Short answer: Cleanor is useful because it treats duplicate photos and similar photos as related but different cleanup jobs. Exact repeats can often be reviewed faster. Similar shots need more judgment because one version may still be the clear keeper.

That distinction matters. A photo cleaner becomes much less trustworthy when it treats every near-duplicate like an obvious throwaway. The better workflow groups related shots together and helps you keep the strongest version before removing the rest.

Duplicate photos vs similar photos

  • Duplicate photos are true repeats or effectively identical copies.

  • Similar photos are near-duplicates, burst-style sequences, or several shots of the same moment.

  • Duplicates are usually faster to review.

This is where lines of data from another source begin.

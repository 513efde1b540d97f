import { writeFileSync } from 'node:fs'
import { BarcodeFormat, DataMatrixWriter, EncodeHintType } from '@zxing/library'
import QRCode from 'qrcode'

const FORCE_SQUARE = 1

/**
 * A Y4M video of one Data Matrix symbol on white, for Chromium's fake camera
 * (--use-file-for-fake-video-capture): what a phone held to a door-jamb VIN label sees.
 */
export function writeDataMatrixVideo(file: string, text: string, width = 640, height = 480, modulePx = 12) {
  // At its natural size, one pixel a module: the writer's own scaling leaves a non-integer size blank.
  const symbol = new DataMatrixWriter().encode(text, BarcodeFormat.DATA_MATRIX, 0, 0, new Map([[EncodeHintType.DATA_MATRIX_SHAPE, FORCE_SQUARE]]))
  const luma = Buffer.alloc(width * height, 235)
  const left = (width - symbol.getWidth() * modulePx) >> 1
  const top = (height - symbol.getHeight() * modulePx) >> 1
  for (let y = 0; y < symbol.getHeight() * modulePx; y++) {
    for (let x = 0; x < symbol.getWidth() * modulePx; x++) {
      if (symbol.get(Math.floor(x / modulePx), Math.floor(y / modulePx))) luma[(top + y) * width + left + x] = 16
    }
  }
  // 4:2:0 chroma at its neutral value: a grey picture.
  const chroma = Buffer.alloc((width / 2) * (height / 2) * 2, 128)
  const frame = Buffer.concat([Buffer.from('FRAME\n'), luma, chroma])
  writeFileSync(file, Buffer.concat([Buffer.from(`YUV4MPEG2 W${width} H${height} F10:1 Ip A1:1 C420jpeg\n`), frame, frame]))
}

/**
 * A Y4M video of one QR code on white (a gate pass held to the phone), for the same fake camera. The
 * frames show it at a few sizes, as a hand moves.
 */
export function writeQrVideo(file: string, text: string, width = 640, height = 480, modulePixels: number[] = [8, 7, 9, 6]) {
  // The qrcode package the printed pass uses, error correction M; the white round it is the quiet zone.
  const modules = QRCode.create(text, { errorCorrectionLevel: 'M' }).modules
  const chroma = Buffer.alloc((width / 2) * (height / 2) * 2, 128)
  const frames = modulePixels.map((modulePx) => {
    const luma = Buffer.alloc(width * height, 235)
    const left = (width - modules.size * modulePx) >> 1
    const top = (height - modules.size * modulePx) >> 1
    for (let y = 0; y < modules.size * modulePx; y++) {
      for (let x = 0; x < modules.size * modulePx; x++) {
        if (modules.get(Math.floor(y / modulePx), Math.floor(x / modulePx))) luma[(top + y) * width + left + x] = 16
      }
    }
    return Buffer.concat([Buffer.from('FRAME\n'), luma, chroma])
  })
  writeFileSync(file, Buffer.concat([Buffer.from(`YUV4MPEG2 W${width} H${height} F10:1 Ip A1:1 C420jpeg\n`), ...frames.flatMap((f) => [f, f])]))
}
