import { expect, test } from '@playwright/test'
import { openForm } from './tow-in-form'

test('the map passes under the sticky top bar when the form scrolls', async ({ page }) => {
  await openForm(page)
  const zoomIn = page.getByTestId('map').locator('.leaflet-control-zoom-in')
  await expect(zoomIn).toBeVisible()
  // Tiles let pointers through, so hit-testing cannot see them: the zoom button can, and Leaflet
  // stacks it highest of all. Scroll it behind the bar's middle and ask what is on top there.
  const onTop = await zoomIn.evaluate((button) => {
    const bar = document.querySelector('.top-bar')!.getBoundingClientRect()
    const before = button.getBoundingClientRect()
    window.scrollBy(0, before.top + before.height / 2 - (bar.top + bar.height / 2))
    const at = button.getBoundingClientRect()
    return document.elementFromPoint(at.left + at.width / 2, at.top + at.height / 2)?.closest('.top-bar, .leaflet-control')?.className
  })
  expect(onTop).toContain('top-bar')
})

test('leaving the form asks only once something was entered, and staying keeps it', async ({ page }) => {
  await openForm(page)
  const board = page.getByRole('navigation', { name: 'Main' }).getByRole('link', { name: 'Board' })
  await board.click()
  await expect(page).toHaveURL(/\/board$/)

  await page.getByRole('navigation', { name: 'Main' }).getByRole('link', { name: 'Log a tow-in' }).click()
  await page.getByLabel('Who asked for the tow').fill('Owner by phone')
  await board.click()
  const question = page.getByRole('dialog', { name: 'Leave this tow-in?' })
  await expect(question).toContainText('has not been logged')
  await question.getByRole('button', { name: 'Stay on the form' }).click()
  await expect(page).toHaveURL(/\/tow-in$/)
  await expect(page.getByLabel('Who asked for the tow')).toHaveValue('Owner by phone')

  await board.click()
  await question.getByRole('button', { name: 'Leave without saving' }).click()
  await expect(page).toHaveURL(/\/board$/)
})

test('the times show their year and no day after today can be picked', async ({ page }) => {
  await openForm(page)
  const arrived = page.getByLabel('Arrived at the gate')
  await expect(arrived).toHaveValue(new RegExp(`\\b${new Date().getFullYear()}\\b`))
  await page.getByLabel('Called', { exact: true }).click()
  const today = page.locator('.el-date-table td.today').filter({ visible: true })
  await expect(today).not.toHaveClass(/disabled/)
  await expect(today.locator('xpath=following::td[1]')).toHaveClass(/disabled/)
})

  • Similar photos need side-by-side judgment so you keep the best shot.

Why grouped review works better

Grouped review reduces context switching. Instead of scrolling through a full library and trying to remember what looked similar three minutes ago, you review related images together. That is the practical advantage behind Cleanor for iPhone.

What to look for in a strong photo-cleanup workflow

  • A clear separation between duplicates and near-duplicates.

  • Enough preview context to keep the best version with confidence.

  • Easy movement from obvious wins into harder photo decisions.

  • No pressure to clean everything in one pass.

What people usually ask next

  • What counts as a similar photo? Usually several shots of the same subject, moment, or burst where only one or two versions really deserve to stay.

  • Can I still review manually? Yes, but grouped review is usually faster once the library gets large.

  • Should I clean screenshots first instead? Often yes if screenshots are the obvious low-risk clutter category.

If you want the task pages next, open Duplicate photos and Similar photos. If you want the trust answer, read Is Cleanor Safe?.

The best photo cleaner is not the one that deletes the most. It is the one that helps you keep the best version with the least confusion.